ScientificWorldJournal. 2014;2014:264829. doi: 10.1155/2014/264829. Epub 2014 May 22.
The anticancer activity of isofuranodiene, extracted from Smyrnium olusatrum, was evaluated in human breast adenocarcinomas MDA-MB 231 and BT 474, and Caucasian prostate adenocarcinoma PC 3 cell lines by MTS assay. MTS assay showed a dose-dependent growth inhibition in the tumor cell lines after isofuranodiene treatment. The best antiproliferative activity of the isofuranodiene was found on PC 3 cells with an IC50 value of 29 μM, which was slightly less than the inhibition against the two breast adenocarcinoma cell lines with IC50 values of 59 and 55 μM on MDA-MB 231 and BT 474, respectively. Hoechst 33258 assay was performed in order to study the growth inhibition mechanism in prostate cancer cell line; the results indicate that isofuranodiene induces apoptosis. Overall, the understudy compound has a good anticancer activity especially towards the PC 3. On the contrary, it is less active on Chinese hamster ovary cells (CHO) and human embryonic kidney (HEK 293) appearing as a good candidate as a potential natural anticancer drug with low side effects.

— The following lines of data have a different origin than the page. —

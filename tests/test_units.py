"""partpick.units: catalog text to SI floats and back.

Prefix factors are those of the SI Brochure (BIPM, 9th edition 2019, Table 7); letter codes
follow IEC 60062:2016 (marking codes for resistors and capacitors, the "RKM" letter code where
the letter stands for the decimal point and gives the multiplier). Expected values below are
worked by hand from those tables.
"""

from __future__ import annotations

import itertools
import math

import pint
import pytest
from hypothesis import given
from hypothesis import strategies as st

from partpick.errors import UnitError
from partpick.units import (
    format_eng,
    is_missing,
    parse_quantity,
    unit_dimensions,
    unit_multiplier,
)

REL = 1e-12


@pytest.mark.parametrize(
    ("text", "unit", "expected"),
    [
        # SI prefixes, SI Brochure Table 7: p=1e-12, n=1e-9, µ=1e-6, m=1e-3, k=1e3, M=1e6, G=1e9
        ("4.7 uH", "H", 4.7e-6),
        ("4.7µH", "H", 4.7e-6),  # U+00B5 micro sign
        ("4.7 μH", "H", 4.7e-6),  # U+03BC Greek mu
        ("4700 nH", "H", 4.7e-6),
        ("0.01 mH", "H", 1e-5),
        ("100n", "F", 100e-9),
        ("22 pF", "F", 22e-12),
        ("2.2 GHz", "Hz", 2.2e9),
        ("1.5 MHz", "Hz", 1.5e6),
        ("45 mΩ", "ohm", 0.045),  # U+03A9 Greek omega
        ("45 mΩ", "ohm", 0.045),  # U+2126 ohm sign
        ("45 mOhm", "ohm", 0.045),
        ("45 mohm", "ohm", 0.045),
        ("2 ohms", "ohm", 2.0),
        ("6200 mA", "A", 6.2),
        ("50 VDC", "V", 50.0),
        ("1.5 kV", "V", 1500.0),
        ("35 ns", "s", 35e-9),
        ("15 nC", "C", 15e-9),
        ("2 W", "W", 2.0),
        ("125 °C", "degC", 125.0),
        ("125degC", "degC", 125.0),
        ("62 °C/W", "degC/W", 62.0),
        ("1.6 mm", "mm", 1.6),
        ("2000 h", "h", 2000.0),
        ("1e-6 H", "H", 1e-6),
        # IEC 60062 letter code: the letter marks the decimal point and sets the multiplier
        ("4u7", "H", 4.7e-6),  # 4.7 × 1e-6
        ("2n2", "F", 2.2e-9),  # 2.2 × 1e-9
        ("1k5", "ohm", 1500.0),  # 1.5 × 1e3
        ("4k7", "ohm", 4700.0),
        ("4R7", "ohm", 4.7),  # R: decimal point, multiplier 1
        ("R47", "ohm", 0.47),
        ("1M5", "ohm", 1.5e6),
        # qualifiers after the value are dropped
        ("45 mΩ max", "ohm", 0.045),
        ("45 mΩ (max)", "ohm", 0.045),
        ("0.9 V typ.", "V", 0.9),
        ("120 mΩ @ 100 kHz", "ohm", 0.12),
        # ranges keep their largest end
        ("-55°C ~ 125°C", "degC", 125.0),
        ("-40 to +105 °C", "degC", 105.0),
        # tolerances as fractions: ±20 % = 0.2
        ("±20%", "fraction", 0.2),
        ("+/-20%", "fraction", 0.2),
        ("20%", "fraction", 0.2),
        ("5 %", "fraction", 0.05),
        ("0.1", "fraction", 0.1),
        # prices and counts
        ("$0.42", "currency", 0.42),
        ("€1,234.50", "currency", 1234.5),
        ("0.11 USD", "currency", 0.11),
        ("12,000", "count", 12000.0),
        ("1200 pcs", "count", 1200.0),
    ],
)
def test_parse_quantity_reads_trade_spellings(text, unit, expected):
    assert parse_quantity(text, unit) == pytest.approx(expected, rel=REL)


@pytest.mark.parametrize("text", ["", "  ", "-", "N/A", "n/a", "NA", "none", "?", "—"])
def test_missing_markers_give_nan(text):
    assert is_missing(text)
    assert math.isnan(parse_quantity(text, "H"))


@pytest.mark.parametrize(
    ("text", "unit", "reason_part"),
    [
        ("10 uF", "H", "capacitance"),  # a unit that contradicts the column
        ("2.2 uH", "F", "inductance"),
        ("3 V", "A", "voltage"),
        ("see datasheet", "ohm", "not a number"),
        ("4,7 µH", "H", "comma"),  # a decimal comma without decimal="," is refused
        ("3,3", "H", "comma"),
        ("4R7", "H", "unknown unit"),  # R as decimal point belongs to resistance only
        ("20", "fraction", "ambiguous"),  # a bare 20 could be 20 % or 20 as a fraction
        ("1.5", "count", "whole number"),
        ("12 parsecs", "mm", "unknown unit"),
        ("4u7 uH", "H", "letter code"),
    ],
)
def test_parse_quantity_refuses_wrong_text(text, unit, reason_part):
    with pytest.raises(UnitError) as caught:
        parse_quantity(text, unit)
    assert reason_part in caught.value.reason
    assert caught.value.text == text


@pytest.mark.parametrize(
    ("text", "unit", "expected"),
    [
        ("4,7 µH", "H", 4.7e-6),
        ("3,3", "H", 3.3),
        ("0,0116 Ohm", "ohm", 0.0116),
        ("-3,2", "A", -3.2),
    ],
)
def test_decimal_comma_reads_as_point_when_allowed(text, unit, expected):
    assert parse_quantity(text, unit, decimal_comma=True) == pytest.approx(expected, rel=REL)


@pytest.mark.parametrize(
    ("text", "scale", "expected"),
    [
        ("45", 1e-3, 0.045),  # a bare number under a "DCR (mΩ)" header
        ("45 mΩ", 1e-3, 0.045),  # a unit in the cell wins over the header's
        ("0.05 Ω", 1e-3, 0.05),
    ],
)
def test_scale_applies_to_bare_numbers_only(text, scale, expected):
    assert parse_quantity(text, "ohm", scale=scale) == pytest.approx(expected, rel=REL)


@pytest.mark.parametrize(
    ("unit_text", "unit", "expected"),
    [("mΩ", "ohm", 1e-3), ("uH", "H", 1e-6), ("µH", "H", 1e-6), ("A", "A", 1.0),
     ("%", "fraction", 0.01), ("MHz", "Hz", 1e6), ("mOhm", "ohm", 1e-3), ("nC", "C", 1e-9)],
)  # fmt: skip
def test_unit_multiplier(unit_text, unit, expected):
    assert unit_multiplier(unit_text, unit) == pytest.approx(expected, rel=REL)


@pytest.mark.parametrize(("unit_text", "unit"), [("mA", "H"), ("Isat", "A"), ("kg", "V")])
def test_unit_multiplier_refuses_other_dimensions(unit_text, unit):
    with pytest.raises(UnitError):
        unit_multiplier(unit_text, unit)


@pytest.mark.parametrize(
    ("text", "has"), [("mΩ", "ohm"), ("uH", "H"), ("A", "A"), ("%", "fraction"), ("Isat", None)]
)
def test_unit_dimensions(text, has):
    found = unit_dimensions(text)
    assert (has in found) if has else found == ()


@pytest.mark.parametrize(
    ("value", "unit", "text"),
    [(4.7e-6, "H", "4.7 µH"), (0.045, "ohm", "45 mΩ"), (2.2e-9, "F", "2.2 nF"),
     (400e3, "Hz", "400 kHz"), (0.2, "fraction", "20 %"), (125.0, "degC", "125 °C"),
     (None, "A", "—"), (math.nan, "V", "—"), (1.0, "A", "1 A")],
)  # fmt: skip
def test_format_eng(value, unit, text):
    assert format_eng(value, unit) == text


# --- cross-check against pint (a general-purpose units library) -----------------------
# pint reads plain SI spellings correctly, so on normalised strings both must agree. Prefix
# factors: SI Brochure (BIPM, 9th ed.), Table 7. Units: SI Brochure Table 4 (derived units).
_UREG = pint.UnitRegistry()
_PINT_UNITS = {"H": "H", "F": "F", "ohm": "ohm", "A": "A", "V": "V", "W": "W", "Hz": "Hz",
               "s": "s", "C": "C"}  # fmt: skip
_PINT_BASE = {"H": "H", "F": "F", "ohm": "ohm", "A": "A", "V": "V", "W": "W", "Hz": "Hz",
              "s": "s", "C": "C"}  # fmt: skip
_MANTISSAS = ("1", "2.2", "4.7", "10", "33", "68", "100", "470", "0.5", "0.047", "1.5e2")
_SI_PREFIXES = ("", "p", "n", "u", "m", "k", "M", "G")


def _pint_value(text: str, unit: str) -> float:
    return _UREG.Quantity(text).to(_PINT_BASE[unit]).magnitude


def test_parser_agrees_with_pint_over_a_generated_grid():
    checked = 0
    for mantissa, prefix, unit, space in itertools.product(
        _MANTISSAS, _SI_PREFIXES, _PINT_UNITS, ("", " ")
    ):
        text = f"{mantissa}{space}{prefix}{_PINT_UNITS[unit]}"
        assert parse_quantity(text, unit) == pytest.approx(_pint_value(text, unit), rel=1e-9), text
        checked += 1
    assert checked == len(_MANTISSAS) * len(_SI_PREFIXES) * len(_PINT_UNITS) * 2


@given(
    mantissa=st.floats(min_value=1e-3, max_value=1e4, allow_nan=False, allow_infinity=False),
    prefix=st.sampled_from(_SI_PREFIXES),
    unit=st.sampled_from(sorted(_PINT_UNITS)),
)
def test_parser_agrees_with_pint_on_random_values(mantissa, prefix, unit):
    text = f"{mantissa!r} {prefix}{_PINT_UNITS[unit]}"
    assert parse_quantity(text, unit) == pytest.approx(_pint_value(text, unit), rel=1e-9)


# Trade spellings pint misreads or refuses, read here on the IEC 60062 / SI Brochure rules.
def test_pint_misreads_a_decimal_comma_which_partpick_refuses_or_reads_right():
    # pint drops the comma: "4,7 µH" becomes 47 µH, ten times too much.
    assert _UREG.Quantity("4,7 uH").to("uH").magnitude == pytest.approx(47.0)
    with pytest.raises(UnitError):
        parse_quantity("4,7 µH", "H")
    # With decimal="," in the map file it is 4.7 µH = 4.7e-6 H.
    assert parse_quantity("4,7 µH", "H", decimal_comma=True) == pytest.approx(4.7e-6, rel=REL)


@pytest.mark.parametrize(
    ("text", "unit", "expected"),
    [("45 mOhm", "ohm", 0.045), ("4k7", "ohm", 4700.0), ("2n2", "F", 2.2e-9), ("R33", "ohm", 0.33)],
)
def test_pint_refuses_trade_spellings_partpick_reads(text, unit, expected):
    with pytest.raises(pint.errors.UndefinedUnitError):
        _UREG.Quantity(text)
    assert parse_quantity(text, unit) == pytest.approx(expected, rel=REL)


# Python's float() of a decimal string is correctly rounded (IEEE 754-2019 §5.12.2: conversion
# from decimal character sequences rounds once, to nearest). So float("1e-05") is the float
# nearest to 10 µH, and a parsed "10 uH" must be that very float, not 9.999999999999999e-06.
@pytest.mark.parametrize(
    ("text", "unit", "exact"),
    [
        ("10 uH", "H", "1e-05"),
        ("4.7 uH", "H", "4.7e-06"),
        ("4u7", "H", "4.7e-06"),
        ("2n2", "F", "2.2e-09"),
        ("33 mOhm", "ohm", "0.033"),
        ("0.1 uF", "F", "1e-07"),
        ("680 pF", "F", "6.8e-10"),
        ("1.5 kHz", "Hz", "1500"),
    ],
)
def test_a_written_value_parses_to_the_nearest_float(text, unit, exact):
    assert parse_quantity(text, unit) == float(exact)


def test_every_three_digit_value_at_every_prefix_parses_to_the_nearest_float():
    # Every three-digit mantissa (so every E96/E192-style value of IEC 60063) with every SI
    # prefix; the nearest float is float() of the same value in exponent form (IEEE 754-2019
    # §5.12.2). Multiplying float("4.7") by 1e-6 misses it for about a third of them.
    for digits in range(100, 1000):
        for prefix, exponent in [("p", -12), ("n", -9), ("u", -6), ("m", -3), ("k", 3)]:
            text = f"{digits / 100:.2f} {prefix}F"
            assert parse_quantity(text, "F") == float(f"{digits}e{exponent - 2}"), text


def test_a_header_unit_scales_bare_numbers_without_float_noise():
    # "10" in a column headed "L [µH]" is 10 µH, exactly the float nearest 1e-05
    # (IEEE 754-2019 §5.12.2).
    assert parse_quantity("10", "H", scale=1e-6) == 1e-05
    assert parse_quantity(10, "H", scale=1e-6) == 1e-05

采用MTS法,对从香芹中提取的异呋喃二烯在人乳腺腺癌MDA - MB 231和BT 474以及高加索人前列腺腺癌PC 3细胞系中的抗癌活性进行了评估。MTS法显示,异呋喃二烯处理后,肿瘤细胞系的生长受到剂量依赖性抑制。异呋喃二烯对PC 3细胞的抗增殖活性最佳,IC50值为29 μM,略低于对两种乳腺腺癌细胞系的抑制作用,MDA - MB 231和BT 474的IC50值分别为59 μM和55 μM。为研究前列腺癌细胞系的生长抑制机制,进行了Hoechst 33258检测;结果表明异呋喃二烯可诱导细胞凋亡。总体而言,所研究的化合物具有良好的抗癌活性,尤其是对PC 3细胞。相反,它对中国仓鼠卵巢细胞(CHO)和人胚肾细胞(HEK 293)的活性较低,有望成为一种潜在的低副作用天然抗癌药物。